The Best: Quarterback
In our series, The Best, our experts identify the best quarterback in the NFL.
Editor's note: Our two-week series, "The Best," looks at the NFL's best in a number of key categories.
The Best: Quarterback
Jeffri Chadiha: Peyton Manning, QB, Colts
He edges Tom Brady because he finally has a Super Bowl ring. Manning runs the Colts' high-powered offense with stunning efficiency and he's blessed with an impressive combination of both intelligence and instincts. And as good as he is, he has a strong work ethic that enables him to stay at the top of his game year in and year out. His critics knock his poise when he faces heavy pressure but that's really the only bad thing you can say about the guy.
The Peyton Manning-Tom Brady debate wages on now just like the Joe Montana-Dan Marino quarterback debate raged in the 1980s. Montana won out against Marino because of the Super Bowl titles. While Brady still has the edge in Super Bowl titles (3 to 1), Manning made a huge step this past season, winning his first title. While Brady was winning his three Super Bowls, Manning struggled to find a way to beat Bill Belichick's defense. But over the past two years, Manning has figured out how to beat the Patriots, leading the Colts to three straight wins over their AFC rivals.
Merril Hoge: Manning
The best quarterback in the league is Peyton Manning. There are other quarterbacks in the league who possess his mental and physical toughness. There are quarterbacks in the league who have an arm as strong or stronger than his. But there is no quarterback in the league who combines those talents the way Manning does.
His knowledge of the game has been covered ad nauseam. He's a film room rat who knows everything the defense is going to do and everything his offense is capable of doing. But it's his passion to be great that stands out to me. Manning has practiced to be a great NFL quarterback since he was in short pants. I'm not talking about practicing to be just an NFL quarterback, but a great one. He knew growing up that every moment in the film room and weight room put him that much closer to being a great player. Now he's reached that mark and he's still putting in the work and sweat to be even better every day.
Over the next two weeks, our series, "The Best," will look at the NFL's best in a number of key categories.
• May 28: Player to start with | Vote
• May 29: Quarterback | Vote
• May 30: Coach | Vote
• May 31: Wide receiver | Vote
• June 1: Player you've never heard of | Quiz
• June 4: Defensive player
• June 5: Running back
• June 6: Leader
• June 7: Rookie
• June 8: Owner
This question will be debated for the next 50 years: Tony Romo or Peyton Manning?

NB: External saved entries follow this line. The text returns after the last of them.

//! Teams whose divers read different gauges (bar and psi, different graduations), checked
//! against turns computed independently with CoolProp (PyPI `coolprop`, HEOS reference
//! equations) by `tests/reference/make_mixed_teams.py`; the version is in the file's
//! "source" field. The teams in it are invented.

use serde_json::Value;
use turnsheet::formats::team_file::TeamFile;
use turnsheet::plan::{PressureUnit, plan_team};

fn unit(v: &Value) -> PressureUnit {
    PressureUnit::parse(v.as_str().unwrap()).unwrap()
}

/// Distance from `x` to the nearest multiple of `step`.
fn off_grid(x: f64, step: f64) -> f64 {
    let r = x - (x / step).round() * step;
    r.abs()
}

#[test]
fn mixed_gauge_teams_match_the_coolprop_reference() {
    let text = include_str!("reference/mixed_teams.json");
    let data: Value = serde_json::from_str(text).unwrap();
    let source = data["source"].as_str().unwrap();
    assert!(source.starts_with("CoolProp "), "source must be recorded");
    let mut checked = 0;
    for case in data["teams"].as_array().unwrap() {
        let file: TeamFile = serde_json::from_value(case["team"].clone()).unwrap();
        let input = file.to_input().unwrap();
        let plan = plan_team(&input).unwrap();
        let helium = file
            .divers
            .iter()
            .any(|d| d.mix.he > 0.0 || d.stage.as_ref().is_some_and(|s| s.mix.he > 0.0));
        for (d, e) in plan.divers.iter().zip(case["expected"].as_array().unwrap()) {
            assert_eq!(d.name, e["name"].as_str().unwrap());
            assert_eq!(d.gauge.unit, unit(&e["unit"]), "{}", d.name);
            assert_eq!(d.gauge.step, e["step"].as_f64().unwrap(), "{}", d.name);
            let (er, eh, et) = (
                e["turn_real"].as_f64().unwrap(),
                e["turn_hand"].as_f64().unwrap(),
                e["turn"].as_f64().unwrap(),
            );
            // Pencil arithmetic is exact; real gas within the GERG-2008 / HEOS agreement
            // (0.3 % of the start for air and nitrox, 1.5 % with helium in the team: our
            // own tolerances).
            let start = d.gauge.value(d.start);
            let tol = start * if helium { 0.015 } else { 0.003 };
            assert!(
                (d.gauge.value(d.turn_hand) - eh).abs() < 1e-3,
                "{}: hand {} vs {eh}",
                d.name,
                d.gauge.value(d.turn_hand)
            );
            assert!(
                (d.gauge.value(d.turn_real) - er).abs() < tol,
                "{}: real {} vs {er}",
                d.name,
                d.gauge.value(d.turn_real)
            );
            // The shown turn is equal unless the reference's exact turn sits so near a
            // graduation that the two equations of state may round it apart.
            let higher = er.max(eh);
            if off_grid(higher, d.gauge.step) > tol {
                assert_eq!(d.turn_shown_value, et, "{}", d.name);
            } else {
                assert!(
                    (d.turn_shown_value - et).abs() <= d.gauge.step,
                    "{}",
                    d.name
                );
            }
            assert!(
                off_grid(d.turn_shown_value, d.gauge.step) < 1e-9 || d.turn_shown_value == start
            );
            if let Some(drop) = e.get("stage_drop").and_then(Value::as_f64) {
                let st = d.stage.as_ref().expect("stage plan");
                let eh = e["stage_drop_hand"].as_f64().unwrap();
                assert!(
                    (d.gauge.value(st.drop_hand) - eh).abs() < 1e-3,
                    "{}",
                    d.name
                );
                let er = e["stage_drop_real"].as_f64().unwrap();
                if off_grid(er.max(eh), d.gauge.step) > tol {
                    assert_eq!(st.drop_shown_value, drop, "{} stage", d.name);
                }
            }
            checked += 1;
        }
    }
    assert!(checked >= 8, "only {checked} divers checked");
}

No, the great Manning-Tom Brady debate will be passed down to future generations of bloggers. Since my efforts to abstain from this argument have been rebuffed, I'm going to say Manning is the best quarterback in the league. Of course, Brady will always be able to "scoreboard" Manning on Super Bowl titles unless the Colts make a remarkable run. Brady led the Patriots to three world titles in four years with less talent around him than Manning had. Of course, he also had a better defense, but let's come back to that another time. If we based this solely on winning, Brady's obviously your guy.

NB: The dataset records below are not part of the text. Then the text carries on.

#[test]
fn save_to_my_locker_adds_the_set_and_does_not_make_it_mine() {
    init();
    let dir = tempfile::tempdir().unwrap();
    let app = open_acknowledged(dir.path());
    press(&app, "save cylinders of Bram to my locker");
    assert!(
        value(&app, "message").contains("Sidemount aluminium 77.4 cu ft 3000 psi"),
        "{}",
        value(&app, "message")
    );
    // A second tap does not add it twice.
    press(&app, "save cylinders of Bram to my locker");
    press(&app, "Locker");
    assert_eq!(
        value(&app, "locker entry"),
        "Sidemount aluminium 77.4 cu ft 3000 psi"
    );
    find(&app, "mark Sidemount aluminium 77.4 cu ft 3000 psi as mine");
    assert!(app.session.borrow().locker.mine().is_none());
    back_key(&app);
    // Not mine: a new team starts with the first generic size, not Bram's set.
    press(&app, "new team");
    let s = app.session.borrow();
    assert_eq!(s.locker.entries().len(), 1);
    assert_eq!(s.team.labels()[0], "Twin 12 L 232 bar");
    drop(s);
    // It is offered in the picker, under my locker.
    press(&app, "cylinders of Me");
    press(
        &app,
        "pick from my locker Sidemount aluminium 77.4 cu ft 3000 psi",
    );
    assert_eq!(
        app.session.borrow().team.input().divers[0].cylinders.count,
        2
    );
}

#[test]
fn a_recent_mix_is_offered_first() {
    init();
    let dir = tempfile::tempdir().unwrap();
    let app = open_acknowledged(dir.path());
    // The demo team breathes EAN32; common practice adds air and EAN36.
    press(&app, "mix of Bram");
    assert_eq!(quick_mixes(&app), ["EAN32", "Air", "EAN36"]);
    // A custom mix on the keypad: O2, then He.
    press(&app, "custom mix O2 percent");
    press(&app, "clear");
    type_keys(&app, "28");
    press(&app, "done");
    press(&app, "clear");
    type_keys(&app, "0");
    press(&app, "done");
    assert_eq!(value(&app, "mix"), "EAN28");
    press(&app, "mix done");
    press(&app, "mix of Bram");
    press(&app, "EAN32");
    press(&app, "mix done");
    // Bram's two recent mixes come first, newest first.
    press(&app, "mix of Bram");
    assert_eq!(quick_mixes(&app), ["EAN32", "EAN28", "Air", "EAN36"]);
    press(&app, "EAN28");
    assert_eq!(value(&app, "mix"), "EAN28");
    press(&app, "cancel mix");
    // Ines has no history: her own mix, then the team's.
    press(&app, "mix of Ines");
    assert_eq!(quick_mixes(&app), ["EAN32", "Air", "EAN36"]);
    press(&app, "cancel mix");
}

#[test]
fn the_pickers_cancel_is_one_touch_high() {
    init();
    let dir = tempfile::tempdir().unwrap();
    let app = open_acknowledged(dir.path());
    press(&app, "cylinders of Ines");
    // 64 px = 64 dp: the touch size of every big button. The window is 4000 px tall,
    // so a Cancel that took the space left over would be far taller.
    let one_touch = |h: f32| (63.9..=64.5).contains(&h);
    let other = find(&app, "custom set").size().height;
    let cancel = find(&app, "cancel pick").size().height;
    assert!(one_touch(cancel) && one_touch(other), "{cancel} vs {other}");
    press(&app, "custom set");
    let cancel = find(&app, "cancel pick").size().height;
    let other = find(&app, "cylinder count 1").size().height;
    assert!(one_touch(cancel) && one_touch(other), "{cancel} vs {other}");
}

In addition to his first Super Bowl win in February, Manning had one of the most magical seasons in league history in 2004, when he threw 49 touchdowns against only 10 interceptions to break Dan Marino's record. Manning, a nine-year veteran, already has two more touchdown passes than 49ers great Joe Montana, who played 15 seasons. He may end up being the greatest quarterback in league history, and since he's still in his prime, I have a hard time putting anyone in front of him. Since I'm limited to 100 words here, and can't possibly build a strong argument for Manning in that amount of space, please join me on the Hashmarks blog for further discussion.
Len Pasquarelli: Manning
With the Indianapolis Colts' victory in Super Bowl XLI, Peyton Manning checked the last item on the career to-do list that most critics look to in assessing great quarterbacks. Truth be told, the nine-year veteran qualified long before he won his first Super Bowl ring, but the victory over the Chicago Bears filled out his résumé nicely, and hopefully silenced whatever few detractors remained.
When it comes to just the physical art of throwing a football, only a few quarterbacks in history belong in Manning's class, even though several might have had superior arm strength. But in terms of the complete package -- what transpires in the huddle, at the line of scrimmage and then when the ball is snapped -- Manning is unparalleled. And his study habits, which make him one of the smartest ever to play the position, are singular as well. Think about this: In the history of the NFL, only 10 times have other quarterbacks posted seasons with passer ratings of 104.0 or better. Manning, who has won the past three passing championships, has an efficiency rating of 105.8 for the last four campaigns. With an apology to Tom Brady of New England, arguably the only other quarterback who belongs in Manning's galaxy, there is none better. Manning has said he plans to play another eight or nine seasons and, if that's the case, he'll put every league passing record out of reach.